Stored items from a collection
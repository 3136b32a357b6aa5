import { useQuery } from '@tanstack/react-query';
import { ApiError } from '../../lib/api';
import { crewDayQuery } from '../../lib/my-crew';
import { boardQuery, type LiveBoard } from '../../live/board-query';
import { useFreshness } from '../../live/live-context';
import { useLanes, useServerNow } from '../../live/use-lanes';
import type { Freshness } from '../../live/stream-status';
import { fromLane, fromSpans, type RoverNow } from './rover-now';

const offset = (board: LiveBoard) => Math.round(board.clockOffsetMs / 1000) * 1000;

/** Of when the lanes are, by this machine's clock; null while they are of now. */
function staleSince(freshness: Freshness, now: number): number | null {
  switch (freshness.kind) {
    case 'cut':
      return freshness.since;
    case 'delayed':
      return now - freshness.ms;
    default:
      return null;
  }
}

/** The crew from its two sources: lanes that the stream keeps up to date, and the day. Either may be missing. */
export function useMyCrew(crewId: number) {
  const now = useServerNow();
  const freshness = useFreshness();
  const { data: board, isPending: isBoardPending } = useLanes();
  const { data: clockOffset = 0 } = useQuery({ ...boardQuery, select: offset });
  const { data: dated, error, isPending, refetch } = useQuery(crewDayQuery(crewId));

  const stale = staleSince(freshness, now - clockOffset);
  const cutSince = stale === null ? null : stale + clockOffset;
  const lanes = [...(board?.values() ?? [])].filter((lane) => lane.crewId === crewId);
  const rovers: RoverNow[] = board
    ? lanes.map((lane) => fromLane(lane, now, cutSince))
    : (dated?.day.rovers ?? []).map((rover) => fromSpans(rover, dated!.asOf));
  const isOffline = error instanceof ApiError && error.code === 'offline';
  const hasNoSignal = freshness.kind === 'cut' || dated?.isKept === true || isOffline;
  return {
    now,
    day: dated?.day,
    rovers: rovers.toSorted((a, b) => a.label.localeCompare(b.label)),
    name: dated?.day.crewName ?? lanes[0]?.crewName ?? 'My crew',
    siteName: lanes[0]?.siteName ?? null,
    isLoading: !dated && !board && (isPending || isBoardPending),
    /** Of when the page is, while there is no signal. */
    asOf: hasNoSignal ? (rovers[0]?.asOf ?? dated?.asOf ?? cutSince) : null,
    hasNoSignal,
    error: isOffline && (dated || board) ? null : error,
    refetch,
  };
}
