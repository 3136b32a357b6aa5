import { expect, it } from 'vitest';
import { makeLostFix as lostFix } from '../../testing/make-lost-fix';
import { lostFixesOf } from './lost-fixes-of';

const advice = { at: 150, by: 'Dispatcher', text: 'Switch to QUARB2' };

it('an open one is as the stream has it, others as the day has them, newest first', () => {
  const ofDay = [lostFix({ startAt: 100 }), lostFix({ id: 2, startAt: 200 })];
  const both = lostFixesOf(ofDay, [lostFix({ id: 2, startAt: 200, advice })], 1);
  expect(both.map(({ id }) => id)).toEqual([2, 1]);
  expect(both[0]!.advice).toEqual(advice);
});
it('one that the day does not have yet is there; those of other crews are not', () => {
  const open = [lostFix({ id: 3 }), lostFix({ id: 4, crewId: 2 })];
  expect(lostFixesOf([], open, 1).map(({ id }) => id)).toEqual([3]);
});
it('the mount point\u2019s that an own one hangs under comes with it', () => {
  const open = [
    lostFix({ id: 3, sharedId: 9 }),
    lostFix({ id: 9, crewId: null }),
    lostFix({ id: 8, crewId: null }),
  ];
  expect(lostFixesOf([], open, 1).map(({ id }) => id)).toEqual([3, 9]);
});
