import type { LostFix } from '@hubtack/contracts/lost-fixes/lost-fix.js';
import type { CrewDayView } from '@hubtack/contracts/shifts/shift.js';
import { useMemo } from 'react';
import { useOpenLostFixes } from '../../live/use-lanes';
import { lostFixesOf } from './lost-fixes-of';

/** Lost fixes of the day, newest first; open ones as the stream has them, so that advice comes at once. */
export function useLostFixes(day: CrewDayView | undefined, crewId: number): readonly LostFix[] {
  const open = useOpenLostFixes();
  return useMemo(() => lostFixesOf(day?.lostFixes ?? [], [...open.values()], crewId), [day, open, crewId]);
}
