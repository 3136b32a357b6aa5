import type { CrewDayView, PauseReason, Shift, ShiftStep } from '@hubtack/contracts/shifts/shift.js';

/** How the shift stands; what the phone has yet to send counts already. */
export type ShiftNow =
  | { kind: 'none' }
  | { kind: 'running'; since: number }
  | { kind: 'paused'; since: number; reason: PauseReason | null };

/** A step that waits on the phone. */
export interface WaitingStep {
  step: ShiftStep;
  at: number;
  reason: PauseReason | null;
}

function standing(shifts: readonly Shift[]): ShiftNow {
  const open = shifts.findLast(({ end }) => end === null);
  if (!open) return { kind: 'none' };
  const pause = open.pauses.findLast(({ end }) => end === null);
  return pause
    ? { kind: 'paused', since: pause.start, reason: pause.reason }
    : { kind: 'running', since: open.start };
}

function after(now: ShiftNow, { step, at, reason }: WaitingStep): ShiftNow {
  switch (step) {
    case 'start':
      return now.kind === 'none' ? { kind: 'running', since: at } : now;
    case 'pause':
      return now.kind === 'running' ? { kind: 'paused', since: at, reason } : now;
    case 'resume':
      return now.kind === 'paused' ? { kind: 'running', since: at } : now;
    case 'finish':
      return { kind: 'none' };
  }
}

export const shiftNow = (
  day: Pick<CrewDayView, 'shifts'> | undefined,
  waiting: readonly WaitingStep[],
): ShiftNow => waiting.reduce(after, standing(day?.shifts ?? []));

/** The steps that make sense now. */
export const stepsFrom: Record<ShiftNow['kind'], readonly ShiftStep[]> = {
  none: ['start'],
  running: ['pause', 'finish'],
  paused: ['resume', 'finish'],
};
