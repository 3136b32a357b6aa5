import { readFileSync } from 'node:fs';
import { join } from 'node:path';
import { spansOf, partition, totalsOf } from '@hubtack/backend/fixes/timeline.js';
import { forward } from '@hubtack/simulators/replay/forwarder.js';
import { Spool } from '@hubtack/simulators/replay/spool.js';
import BetterSqlite3 from 'better-sqlite3';
import { afterAll, beforeAll, describe, expect, it } from 'vitest';
import { Client, postSentences } from '../harness/client.js';
import { gga } from '../harness/sentences.js';
import { ServerProcess } from '../harness/server-process.js';
import { timelineOf } from '../harness/timeline.js';
import { until } from '../harness/until.js';

const KILLS = 12;
let server: ServerProcess;
let key: string;
let roverId: number;

beforeAll(async () => {
  server = await ServerProcess.make();
  await server.start();
  const client = await manager();
  ({ id: roverId } = await client.json<{ id: number }>('POST', '/api/rovers', { label: 'R-kill' }));
  ({ key } = await client.json<{ key: string }>('POST', `/api/rovers/${roverId}/key`));
});
afterAll(() => server.remove());

async function manager(): Promise<Client> {
  const client = new Client(server.url);
  await client.signIn('manager@pennywort.example', 'tack-in-the-hub');
  return client;
}
const START = Math.floor(Date.now() / 1000) * 1000 - 7_200_000;
const quality = (second: number) => (second % 40 < 25 ? 4 : 5);

describe('kill -9 in the middle of a load, many times', () => {
  it('every epoch that was answered accepted is there, and the end equals an undisturbed run', async () => {
    let sent = 0;
    let answered = 0;
    for (let kill = 0; kill < KILLS; kill++) {
      // Several posts are on their way at the moment of the kill.
      const killAfter = 5 + kill * 3;
      let posts = 0;
      const send = async () => {
        for (;;) {
          const second = sent++;
          try {
            const { body } = await postSentences(
              server.url,
              key,
              gga(START + second * 1000, quality(second)),
            );
            answered += body.accepted;
          } catch {
            return;
          }
          posts++;
        }
      };
      const senders = [send(), send(), send(), send()];
      await until(() => expect(posts).toBeGreaterThanOrEqual(killAfter));
      await server.kill();
      await Promise.all(senders);
      const database = new BetterSqlite3(server.databaseFile);
      const kept = database
        .prepare('SELECT count(*) FROM epochs WHERE rover_id = ?')
        .pluck()
        .get(roverId) as number;
      database.close();
      expect(kept).toBeGreaterThanOrEqual(answered);
      // A post that was cut off may have been stored: it was only never answered.
      answered = kept;
      await server.start();
    }
    // The sender forwards everything it has no answer for; here simply all of it, once more, shuffled in blocks.
    const spool = new Spool(join(server.folder, 'spool'));
    for (let second = 0; second < sent; second += 50) {
      const seconds = Array.from({ length: Math.min(50, sent - second) }, (_, index) => second + index);
      const body = new TextEncoder().encode(
        seconds.map((at) => gga(START + at * 1000, quality(at))).join(''),
      );
      spool.keep({ date: new Date(START + second * 1000).toISOString().slice(0, 10), body });
    }
    const result = await forward({ url: server.url, key, spool, isFinished: () => true });
    expect(result.accepted + result.duplicates).toBe(sent);
    const epochs = Array.from({ length: sent }, (_, at) => ({
      time: START + at * 1000,
      quality: quality(at),
    }));
    const end = START + sent * 1000;
    const { totals } = await timelineOf(
      await manager(),
      roverId,
      new Date(START).toISOString(),
      new Date(end).toISOString(),
    );
    expect(totals).toEqual(totalsOf(partition(spansOf(epochs), START, end, Date.now())));
  });
});

describe('the store refuses', () => {
  const post = (second: number) => postSentences(server.url, key, gga(START - 3_600_000 + second * 1000));

  it('a locked database is answered 503, and the next post after it is taken', async () => {
    const other = new BetterSqlite3(server.databaseFile);
    other.exec('BEGIN IMMEDIATE');
    const refused = await post(1);
    expect([refused.status, refused.body.code]).toEqual([503, 'storageBusy']);
    other.exec('ROLLBACK');
    other.close();
    expect((await post(1)).body).toMatchObject({ accepted: 1 });
  });

  it('stops gracefully: what waits is stored, streams are closed, the process ends', async () => {
    const posts = Array.from({ length: 50 }, (_, index) => post(100 + index).catch(() => null));
    const answers = Promise.all(posts);
    await until(async () => expect((await post(99)).status).toBe(200));
    await server.stop();
    const accepted = (await answers).reduce((sum, answer) => sum + (answer?.body.accepted ?? 0), 0);
    const database = new BetterSqlite3(server.databaseFile);
    const kept = database
      .prepare('SELECT count(*) FROM epochs WHERE rover_id = ? AND time >= ? AND time < ?')
      .pluck()
      .get(roverId, START - 3_600_000 + 100_000, START - 3_600_000 + 150_000) as number;
    database.close();
    expect(kept).toBeGreaterThanOrEqual(accepted);
    expect(readFileSync(server.databaseFile).subarray(0, 15).toString()).toBe('SQLite format 3');
    await server.start();
  });
});
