import { z } from 'zod';
import type { Role } from '../auth/role.js';
import { id, instantMs } from '../common.js';
import { lostFixKind, type LostFixKind } from '../lost-fixes/lost-fix.js';

/** What can be told of. `advice` goes to the chief whose rover it is about. */
export const noticeSubjects = ['lostFix', 'noFirstFix', 'notHeard', 'mountPoint', 'flag', 'advice'] as const;
export const noticeSubject = z.enum(noticeSubjects);
export type NoticeSubject = z.infer<typeof noticeSubject>;

export const noticeSubjectWords: Record<NoticeSubject, string> = {
  lostFix: 'A lost fix',
  noFirstFix: 'No first fix',
  notHeard: 'A rover not heard since the shift began',
  mountPoint: 'A mount point down',
  flag: 'A crew chief’s flag',
  advice: 'Advice for the own crew',
};

/** `sound`, `speech` and `browser` happen on the device that has them switched on; `mail` goes through the outbox. */
export const noticeWays = ['board', 'sound', 'speech', 'browser', 'mail'] as const;
export const noticeWay = z.enum(noticeWays);
export type NoticeWay = z.infer<typeof noticeWay>;

export const noticeWayWords: Record<NoticeWay, string> = {
  board: 'On the board',
  sound: 'Sound',
  speech: 'Spoken',
  browser: 'Browser notification',
  mail: 'E-mail',
};

/** Tell this person of `subject` by `way`, `afterMinutes` after it is raised and still open. */
export const noticeRule = z.object({
  subject: noticeSubject,
  way: noticeWay,
  afterMinutes: z.number().int().min(0).max(480),
});
export type NoticeRule = z.infer<typeof noticeRule>;
export const noticeRules = z
  .array(noticeRule)
  .max(60)
  .refine((rules) => new Set(rules.map(({ subject, way }) => `${subject} ${way}`)).size === rules.length, {
    message: 'One rule for each subject and way',
  });

const atOnce = (subject: NoticeSubject, way: NoticeWay): NoticeRule => ({ subject, way, afterMinutes: 0 });
const raised: LostFixKind[] = ['lostFix', 'noFirstFix', 'notHeard', 'mountPoint', 'flag'];

/** What a role is told until the person says otherwise. */
export const defaultNoticeRules: Record<Role, NoticeRule[]> = {
  dispatcher: [
    ...raised.flatMap((subject) => [atOnce(subject, 'board'), atOnce(subject, 'sound')]),
    { subject: 'lostFix', way: 'mail', afterMinutes: 10 },
    atOnce('mountPoint', 'mail'),
  ],
  technician: [atOnce('mountPoint', 'board'), atOnce('mountPoint', 'mail')],
  manager: [atOnce('mountPoint', 'board')],
  crewChief: [atOnce('advice', 'board'), atOnce('advice', 'sound')],
};

export const notice = z.object({
  id,
  at: instantMs,
  subject: noticeSubject,
  kind: lostFixKind,
  lostFixId: id,
  text: z.string(),
  ways: z.array(noticeWay),
  seenAt: instantMs.nullable(),
});
export type Notice = z.infer<typeof notice>;
export const noticeList = z.array(notice);
export const noticesSeenBody = z.object({ upTo: id });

## TASK
Both end lines included, restate word for word the lines above from the line with "return null;" to the line with "board, isPending: isBoardPending", and nothing else.

## EXERCISE ANSWER
      return null;
  }
}

/** The crew from its two sources: lanes that the stream keeps up to date, and the day. Either may be missing. */
export function useMyCrew(crewId: number) {
  const now = useServerNow();
  const freshness = useFreshness();
  const { data: board, isPending: isBoardPending } = useLanes();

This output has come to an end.